Available data: Begin

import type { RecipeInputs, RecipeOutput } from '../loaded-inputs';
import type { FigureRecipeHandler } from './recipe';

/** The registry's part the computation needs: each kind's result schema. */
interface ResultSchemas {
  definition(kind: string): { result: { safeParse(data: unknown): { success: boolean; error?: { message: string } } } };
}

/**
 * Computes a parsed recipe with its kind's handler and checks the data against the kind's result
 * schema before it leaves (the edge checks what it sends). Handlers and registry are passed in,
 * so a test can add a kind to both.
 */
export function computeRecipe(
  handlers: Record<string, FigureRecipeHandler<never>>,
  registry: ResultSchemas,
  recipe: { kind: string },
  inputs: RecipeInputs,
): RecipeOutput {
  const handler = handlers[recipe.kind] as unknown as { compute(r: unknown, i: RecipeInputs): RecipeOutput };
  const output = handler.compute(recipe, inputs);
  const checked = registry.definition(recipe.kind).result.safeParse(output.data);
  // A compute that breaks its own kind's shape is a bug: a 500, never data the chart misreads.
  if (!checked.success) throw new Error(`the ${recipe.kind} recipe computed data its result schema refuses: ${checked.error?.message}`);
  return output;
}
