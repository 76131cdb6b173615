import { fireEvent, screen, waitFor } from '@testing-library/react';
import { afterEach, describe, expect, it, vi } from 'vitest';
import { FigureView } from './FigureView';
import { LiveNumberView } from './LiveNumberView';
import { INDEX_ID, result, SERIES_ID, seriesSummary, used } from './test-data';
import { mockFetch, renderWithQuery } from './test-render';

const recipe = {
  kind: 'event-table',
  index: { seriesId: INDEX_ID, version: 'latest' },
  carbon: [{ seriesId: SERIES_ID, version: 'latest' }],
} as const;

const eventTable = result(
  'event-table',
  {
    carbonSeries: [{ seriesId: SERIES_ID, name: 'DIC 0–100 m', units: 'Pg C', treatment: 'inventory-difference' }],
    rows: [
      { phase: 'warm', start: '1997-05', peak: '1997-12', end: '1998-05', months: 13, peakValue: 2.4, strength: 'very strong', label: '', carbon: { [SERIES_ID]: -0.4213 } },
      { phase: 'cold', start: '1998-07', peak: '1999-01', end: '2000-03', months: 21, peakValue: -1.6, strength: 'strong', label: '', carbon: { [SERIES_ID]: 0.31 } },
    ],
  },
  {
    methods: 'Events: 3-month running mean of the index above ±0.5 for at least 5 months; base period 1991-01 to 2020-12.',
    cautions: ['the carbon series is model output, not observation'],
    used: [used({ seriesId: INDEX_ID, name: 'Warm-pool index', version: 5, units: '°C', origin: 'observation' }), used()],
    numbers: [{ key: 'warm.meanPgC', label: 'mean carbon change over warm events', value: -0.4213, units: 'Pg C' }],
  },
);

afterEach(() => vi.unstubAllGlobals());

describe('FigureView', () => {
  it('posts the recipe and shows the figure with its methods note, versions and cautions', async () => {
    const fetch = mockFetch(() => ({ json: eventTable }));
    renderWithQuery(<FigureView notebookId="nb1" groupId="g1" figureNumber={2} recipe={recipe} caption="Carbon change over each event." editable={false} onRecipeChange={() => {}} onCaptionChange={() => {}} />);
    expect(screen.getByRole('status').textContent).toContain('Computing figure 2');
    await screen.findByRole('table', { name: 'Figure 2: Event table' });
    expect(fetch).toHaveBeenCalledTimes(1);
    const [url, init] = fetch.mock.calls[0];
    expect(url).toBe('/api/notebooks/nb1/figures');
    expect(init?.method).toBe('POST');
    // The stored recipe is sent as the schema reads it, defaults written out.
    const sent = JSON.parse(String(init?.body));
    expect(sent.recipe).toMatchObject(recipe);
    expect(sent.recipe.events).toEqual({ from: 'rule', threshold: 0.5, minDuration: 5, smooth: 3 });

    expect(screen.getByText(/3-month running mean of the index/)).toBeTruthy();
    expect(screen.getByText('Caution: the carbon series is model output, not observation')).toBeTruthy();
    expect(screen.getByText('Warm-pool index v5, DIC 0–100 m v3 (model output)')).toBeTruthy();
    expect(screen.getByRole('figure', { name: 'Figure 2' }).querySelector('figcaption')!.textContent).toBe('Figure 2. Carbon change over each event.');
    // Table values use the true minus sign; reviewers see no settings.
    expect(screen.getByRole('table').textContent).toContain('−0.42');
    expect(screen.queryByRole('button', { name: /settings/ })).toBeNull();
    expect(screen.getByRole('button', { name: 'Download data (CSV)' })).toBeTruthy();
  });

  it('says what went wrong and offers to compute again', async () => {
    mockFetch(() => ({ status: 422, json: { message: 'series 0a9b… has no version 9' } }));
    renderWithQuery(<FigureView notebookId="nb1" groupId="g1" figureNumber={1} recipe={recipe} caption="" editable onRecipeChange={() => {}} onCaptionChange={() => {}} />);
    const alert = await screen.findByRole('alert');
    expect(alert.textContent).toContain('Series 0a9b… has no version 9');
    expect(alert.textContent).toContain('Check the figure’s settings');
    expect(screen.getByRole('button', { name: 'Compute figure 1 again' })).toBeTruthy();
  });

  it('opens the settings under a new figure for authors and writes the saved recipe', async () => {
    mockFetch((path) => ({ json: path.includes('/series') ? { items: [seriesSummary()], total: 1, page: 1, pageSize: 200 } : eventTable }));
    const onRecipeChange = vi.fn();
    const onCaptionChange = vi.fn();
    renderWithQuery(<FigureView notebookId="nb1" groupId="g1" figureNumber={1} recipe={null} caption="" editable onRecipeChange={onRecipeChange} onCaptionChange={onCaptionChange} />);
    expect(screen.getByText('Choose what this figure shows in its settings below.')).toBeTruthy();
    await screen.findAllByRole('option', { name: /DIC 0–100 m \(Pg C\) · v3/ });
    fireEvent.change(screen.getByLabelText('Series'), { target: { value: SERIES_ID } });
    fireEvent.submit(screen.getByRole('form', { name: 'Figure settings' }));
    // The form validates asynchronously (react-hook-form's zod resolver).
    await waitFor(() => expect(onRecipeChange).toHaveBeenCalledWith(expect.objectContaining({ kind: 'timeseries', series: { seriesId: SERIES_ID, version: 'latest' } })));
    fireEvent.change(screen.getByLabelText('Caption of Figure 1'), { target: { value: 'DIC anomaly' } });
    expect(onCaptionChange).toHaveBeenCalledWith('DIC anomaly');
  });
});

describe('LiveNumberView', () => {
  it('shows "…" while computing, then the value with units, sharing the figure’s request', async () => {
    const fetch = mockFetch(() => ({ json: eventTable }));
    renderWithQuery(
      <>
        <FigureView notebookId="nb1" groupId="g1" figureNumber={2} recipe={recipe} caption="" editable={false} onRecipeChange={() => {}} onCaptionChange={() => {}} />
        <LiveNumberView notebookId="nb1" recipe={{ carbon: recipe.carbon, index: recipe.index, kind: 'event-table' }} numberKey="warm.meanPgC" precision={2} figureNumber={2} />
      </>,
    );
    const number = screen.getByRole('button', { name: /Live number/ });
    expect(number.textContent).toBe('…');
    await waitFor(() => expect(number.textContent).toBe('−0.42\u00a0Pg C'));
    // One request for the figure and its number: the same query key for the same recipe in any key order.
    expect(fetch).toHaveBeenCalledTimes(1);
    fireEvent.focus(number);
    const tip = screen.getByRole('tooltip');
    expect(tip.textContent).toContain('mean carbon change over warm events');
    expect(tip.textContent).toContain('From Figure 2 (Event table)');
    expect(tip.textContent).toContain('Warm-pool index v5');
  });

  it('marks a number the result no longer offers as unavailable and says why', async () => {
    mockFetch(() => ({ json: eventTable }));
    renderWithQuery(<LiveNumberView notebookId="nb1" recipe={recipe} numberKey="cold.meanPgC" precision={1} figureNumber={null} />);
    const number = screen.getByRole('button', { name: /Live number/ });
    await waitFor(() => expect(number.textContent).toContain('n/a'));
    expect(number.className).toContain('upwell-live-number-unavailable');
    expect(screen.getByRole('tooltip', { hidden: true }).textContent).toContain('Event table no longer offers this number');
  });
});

Available data: End
Available data: Begin

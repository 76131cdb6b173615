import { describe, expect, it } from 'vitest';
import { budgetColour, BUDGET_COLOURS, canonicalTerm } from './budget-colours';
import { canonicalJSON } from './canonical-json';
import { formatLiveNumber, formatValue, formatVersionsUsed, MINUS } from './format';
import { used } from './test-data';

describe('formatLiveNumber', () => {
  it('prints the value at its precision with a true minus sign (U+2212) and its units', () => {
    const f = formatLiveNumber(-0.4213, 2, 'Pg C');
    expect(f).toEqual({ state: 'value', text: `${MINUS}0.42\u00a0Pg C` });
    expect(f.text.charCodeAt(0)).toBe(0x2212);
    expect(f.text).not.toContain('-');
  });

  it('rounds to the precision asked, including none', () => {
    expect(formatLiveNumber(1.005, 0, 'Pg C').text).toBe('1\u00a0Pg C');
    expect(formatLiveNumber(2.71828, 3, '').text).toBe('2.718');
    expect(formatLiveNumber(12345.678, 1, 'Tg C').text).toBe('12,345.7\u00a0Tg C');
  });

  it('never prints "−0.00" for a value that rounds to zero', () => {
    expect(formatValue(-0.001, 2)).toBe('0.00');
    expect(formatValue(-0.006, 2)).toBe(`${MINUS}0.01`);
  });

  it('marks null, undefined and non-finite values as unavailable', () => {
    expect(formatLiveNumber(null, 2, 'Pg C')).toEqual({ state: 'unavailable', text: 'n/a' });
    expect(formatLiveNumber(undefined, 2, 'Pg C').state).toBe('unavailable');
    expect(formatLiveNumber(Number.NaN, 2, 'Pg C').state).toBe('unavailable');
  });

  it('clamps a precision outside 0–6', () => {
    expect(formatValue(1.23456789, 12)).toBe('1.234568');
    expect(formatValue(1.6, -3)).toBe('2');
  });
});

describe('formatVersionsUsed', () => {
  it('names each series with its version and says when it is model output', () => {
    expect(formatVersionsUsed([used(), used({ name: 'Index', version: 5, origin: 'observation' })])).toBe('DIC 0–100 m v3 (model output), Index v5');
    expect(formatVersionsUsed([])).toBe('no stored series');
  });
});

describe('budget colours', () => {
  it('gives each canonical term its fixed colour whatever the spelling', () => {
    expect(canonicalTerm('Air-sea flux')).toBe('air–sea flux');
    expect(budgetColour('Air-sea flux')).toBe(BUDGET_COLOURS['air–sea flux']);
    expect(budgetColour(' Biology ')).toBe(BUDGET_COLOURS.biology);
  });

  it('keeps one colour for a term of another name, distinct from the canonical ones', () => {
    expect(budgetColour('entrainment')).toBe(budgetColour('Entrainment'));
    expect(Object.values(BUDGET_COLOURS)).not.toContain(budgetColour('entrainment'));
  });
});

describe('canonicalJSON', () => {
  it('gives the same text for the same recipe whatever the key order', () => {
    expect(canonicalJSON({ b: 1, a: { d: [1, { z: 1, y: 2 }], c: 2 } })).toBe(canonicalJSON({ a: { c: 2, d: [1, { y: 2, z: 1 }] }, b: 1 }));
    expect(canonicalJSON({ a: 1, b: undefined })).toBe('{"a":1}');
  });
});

Available data: End

*Task to complete*: In the data above, start at the line that has "it('keeps one colour", stop after the line that has "it('gives the same", and print every line in between exactly as it stands.

*Answer section*:
  it('keeps one colour for a term of another name, distinct from the canonical ones', () => {
    expect(budgetColour('entrainment')).toBe(budgetColour('Entrainment'));
    expect(Object.values(BUDGET_COLOURS)).not.toContain(budgetColour('entrainment'));
  });
});

describe('canonicalJSON', () => {
  it('gives the same text for the same recipe whatever the key order', () => {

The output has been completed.